The sarcasm of that last parenthesis underlines the hypocrisy of the entire performance: burial is completely inadequate relief for the abjection of the poor man’s desperate efforts.  This sensational tale was so affecting to audiences that when Gascoigne’s report was dramatized as A Larum for London or the Siedge of Antwerpe (1602), it was the central plot-point (45).  Gascoigne speculates that five thousand of the dead were slaughtered simply because they could not meet the price demanded for their lives.  Plunder is the end that, for the imperial troops, justifies any means whatsoever, with special ferocity toward common men. 
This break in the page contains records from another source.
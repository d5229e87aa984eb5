import type { Attachment, AttachmentInput } from '#shared/contracts/attachments.js';
import { PLAIN_DETAILS } from '#shared/contracts/sharing.js';
import { randomUUID } from 'node:crypto';
import type { Client } from './api.js';
import { plainPicture, webm } from './media.js';

/** A picture of a figure; whole, ready to send. */
export function attachmentInput(changes: Partial<AttachmentInput> = {}): AttachmentInput {
  return {
    clientId: randomUUID(),
    kind: 'picture',
    subjectType: 'figure',
    subjectId: '',
    title: 'The bowl',
    speaker: '',
    language: null,
    consent: 'asked',
    sharingLevel: 'village',
    sharing: PLAIN_DETAILS,
    giverId: null,
    ...changes,
  };
}

/** A recording on the same; its level is the elders' unless another one is chosen. */
export function recordingInput(changes: Partial<AttachmentInput> = {}): AttachmentInput {
  return attachmentInput({
    kind: 'recording',
    title: 'Why the bowl is empty',
    speaker: 'A-2',
    language: 'art-x-tazimel',
    consent: 'clip',
    sharingLevel: 'elders',
    sharing: { ...PLAIN_DETAILS, trace: 'none' },
    ...changes,
  });
}

export const attachmentsPath = (client: Client): string =>
  `/api/communities/${client.communityId}/attachments`;

export async function addPicture(
  client: Client,
  subjectId: string,
  changes: Partial<AttachmentInput> = {},
  file?: Buffer,
): Promise<Attachment> {
  const input = attachmentInput({ subjectId, ...changes });
  const sent = client.upload(attachmentsPath(client), input, file ?? (await plainPicture()));
  return (await sent.expect(201)).body as Attachment;
}

/** A recording with its spoken consent and as many parts as there are texts. */
export async function addRecording(
  client: Client,
  subjectId: string,
  changes: Partial<AttachmentInput> = {},
  parts: readonly string[] = ['first'],
): Promise<Attachment> {
  const input = recordingInput({ subjectId, ...changes });
  const clip = webm({ note: 'I agree' });
  let attachment = (await client.upload(attachmentsPath(client), input, clip).expect(201)).body as Attachment;
  for (const [index, note] of parts.entries()) {
    attachment = await addPart(client, attachment.id, index + 1, note);
  }
  return attachment;
}

export async function addPart(client: Client, id: string, part: number, note: string): Promise<Attachment> {
  const sent = client.upload(`/api/attachments/${id}/parts`, { part, seconds: 2 }, webm({ note }));
  return (await sent.expect(201)).body as Attachment;
}
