import { freePort } from '../../docker-free-scripts/lib/ports.mjs';
import { randomText } from '../../docker-free-scripts/lib/secrets.mjs';
import { JOURNEY_NOW } from './journey-clock.js';

/** What the product is started with in journeys, besides its database. */
export async function journeyEnvironment(dataDir: string): Promise<NodeJS.ProcessEnv> {
  return {
    NODE_ENV: 'development',
    HOST: '127.0.0.1',
    PORT: String(await freePort()),
    PUBLIC_URL: '',
    DATA_DIR: dataDir,
    SESSION_SECRET: randomText(),
    DEMO: '1',
    FIXED_NOW: JOURNEY_NOW,
    LETTER_ROUND_SECONDS: '1',
    LOG_LEVEL: 'error',
    TRUST_PROXY: '0',
  };
}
  1. Near the end, a story that Gascoigne tells from his own knowledge (rare in this register) adds to the flavor of class warfare: “the day before I gat out of the Towne I sawe three poore soules murdred in my presence, because they were pointed out to be Wallons: and it was well proved immediatly that one of them was a poore artyficer, who had dwelt in the Towne eight yeares before, & never managed armes, but truely folowed his occupation” (597).  This claim has a special ring of truth, since from Alba onwards the burgher and artisan classes bore the brunt of Spanish punishment.  In paratactic summary, “The ryche was spoyled because he had: & the [far more numerous, hence plural] poore were hanged because they had nothing” (596).  The pillaging finally reaches the house of the English merchants, Gascoigne’s hosts, who – despite the safe-conduct they had been granted and the neutrality they had maintained – are forced to “raunsom” the house from potential firing with jewels, plate, and 12,000 crowns (598).  Perhaps as a consequence, Gascoigne brings crimes of sex and of property together in a virtually racist sneer: “for every Dom Diego must walk jetting up & downe the streetes with his harlotte by him in her cheine and bracelettes of gold” (597) – a classic moment of scorn for victorious, newly enriched conquerors fawned upon by collaborating women.  No matter how victorious, Spaniards have lost all dignity.  
  1. Reading The Spoyle of Antwerpe rhetorically and materially, as I have done, gives only glancing attention to a constituting theme of the wars in the Low Countries, hence of the Black Legend: religious difference.  On this score, aside from naming Spaniards the scourge of God, Gascoigne’s caution prevails.  His condemnation of the massacre invokes the right (and by implication, the wrong) kind of Christian conduct: “when God geveth a great and myraculous victory, the conquerours ought to have great regard unto their execution… When the blood is cold, and the fury over, me thinkes that a true christian hearte should stand content with victory, and refrayne to provoke Gods wrath by sheadding of innocente blood” (596; emphasis added).  Gascoigne’s only pointed comment along sectarian lines notes that, during the sack, “the Jesuites must geve their ready coyne: and all other religious houses both coyne and plate…for all their hipocriticall boasting of the catholique religion” (596).  For in the end what matters most is commerce: “their daily trade in spoiling hath made them the cunningest ransackers of houses, and the best able to bringe a spoyle unto a quicke market, of any Souldiors, or Mastertheeves that ever I heard of” (599; emphasis added).  Antwerp has been left without money or treasure, “neither creditte nor pawne” (599), and the Bourse has literally become a casino (597).  Religion has no special salience.  Although the wars in the Netherlands would continue, with England as a frequent participant until James I made peace in 1604, the geopolitical contestation between the English and the Black Spanish would ultimately play out in the search for wealth and power in the Americas, still to come. 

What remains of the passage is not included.